見出し画像

ヨゼフ・チャペック「独裁者のブーツ」共和国

チェコの国民的作家、カレル・チャペックの実兄ということを、この本で知った。俺の書棚にカレルの「コラムの闘争」が奥の書棚でほこりをかぶっていたので、思わずデスク上の書棚に移した・・。「申し訳ない・・」

県立図書館でやたらと目立つ真っ赤な装丁と表題に「ビビっ!ときて」手にとってみた。

「イラストは抵抗する 独裁者のブーツ」

チャペックってあの「ロボット」って言葉を作った人?俺はカレルのことだと思っていたが実はヨゼフだった。今回この本といっしょに「チャペックの本棚」という装丁の画集を借りたのだが、絵心、遊び心溢れるものばかりだった。装丁というか、これは完全にアートでありインテリア・・。感じられるのは「温かいこころ」「誠実な性格」「自由と平和」。

「独裁者のブーツ」はイラストとヨゼフのことば、彼の生涯について書かれているのだが、俺がこの本を通して知った中で大きかったのは「リドヴェー・ノヴィニ」(人民新聞)という「戦う新聞」のことであり、ヨゼフがその編集長を、カレルが主筆をしていた事を知ったことだ。

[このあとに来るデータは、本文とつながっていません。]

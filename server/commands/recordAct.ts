import type { ActInput, ActRecorded, MovementInput } from '#shared/schemas/ledger'
import { Fault } from '#shared/types/fault'
import { breaksUnique, savepoint } from '#server/database/door'
import { actById, beersByCode } from '#server/database/queries/ledger'
import { acts, movements } from '#server/database/schema/index'
import { presentAct } from '#server/presenters/ledger'
import { audit } from './audit'
import { sameAct } from './actContent'
import { requireSound } from './actRules'
import { readCellarState, withLines } from './cellarState'
import { movementRowsOf } from './movementRows'
import { whatChanged } from './whatChanged'
import type { Work } from './work'

/**
 * Record movements that belong together: all are kept or none. The sender makes the ids: the same act again is found
 * (`made` is false), another one under its id is refused. More than was there may be drawn, and more than fits may be
 * filled in: the ledger keeps what it is told, and what is worked out from it carries the mark.
 */
export async function recordAct(work: Work, input: ActInput): Promise<{ act: ActRecorded, made: boolean }> {
  const { tx, brewery, person, now } = work
  const [known, before] = await Promise.all([actById(tx, brewery.id, input.id), readCellarState(tx, brewery.id)])
  if (known) return replayed(work, input)
  // Asked for only by an act that names a beer, which few do.
  const beers = input.movements.some(namesBeer) ? await beersByCode(tx, brewery.id) : []
  requireSound(input, before, beers.map(beer => beer.code), work.today)
  const act = { breweryId: brewery.id, id: input.id, note: input.note ?? null, recordedAt: now, recordedBy: person.id }
  try {
    const { rows, brews } = await savepoint(tx, async () => {
      await tx.insert(acts).values(act)
      const made = await movementRowsOf(work, input)
      await tx.insert(movements).values(made.rows)
      return made
    })
    await audit(work, { action: 'act.recorded', subject: { kind: 'act', id: input.id } })
    const after = withLines(before, rows, brews)
    const view = presentAct({ act: { ...act, recordedByName: person.name }, movements: rows }, after, [])
    return { act: { ...view, changed: whatChanged(before, after, work.today) }, made: true }
  }
  catch (error) {
    // Two tablets with one act: the second finds what the first has just kept.
    if (breaksUnique(error, 'acts_pkey')) return replayed(work, input)
    if (breaksUnique(error, 'movements_pkey')) throw new Fault('sameIdOtherContent', 'A movement with one of these ids is kept already, in another act.')
    throw error
  }
}

function namesBeer(movement: MovementInput): boolean {
  return movement.kind === 'in' && 'beerCode' in movement.brew && movement.brew.beerCode !== undefined
}

async function replayed(work: Work, input: ActInput): Promise<{ act: ActRecorded, made: boolean }> {
  const { tx, brewery } = work
  const known = await actById(tx, brewery.id, input.id)
  if (!known || !await sameAct(work, known, input)) throw new Fault('sameIdOtherContent', 'An act with this id is kept already, and it is another one.')
  return { act: { ...presentAct(known, await readCellarState(tx, brewery.id), []), changed: [] }, made: false }
}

1937年といえば、世界中でファシストが跋扈していた時代だ。日本も大陸に土足で上がり込み、大量虐殺という歴史的な汚点を残している。(このイラスト中に痛烈な批判が日本にも向けられている「なんてこった、こいつ(日本)には教え(仏教)を授けていなかった」というコメントと共に)

ソ連ではスターリンが、スペインではフランコが、そしてドイツにはあのヒトラーが、まさにブーツで数百万の頭蓋骨を踏みにじり、理解しがたいことを崇めさせ、健全な思考を失わせていた。

「無秩序な世界には秩序が必要で、権力に憑依された独裁者の靴が何百万という民衆の靴に催眠術をかけ、壮大な行進を指揮する。一人でも自尊心をもって声をあげればいとも簡単に踏みつぶされる」

日本でもやたら愛国だなんだと、人を愛さない人たちが騒ぎ立てているが、過去の軍国主義のブーツを懐かしがっている哀れな輩というしかない。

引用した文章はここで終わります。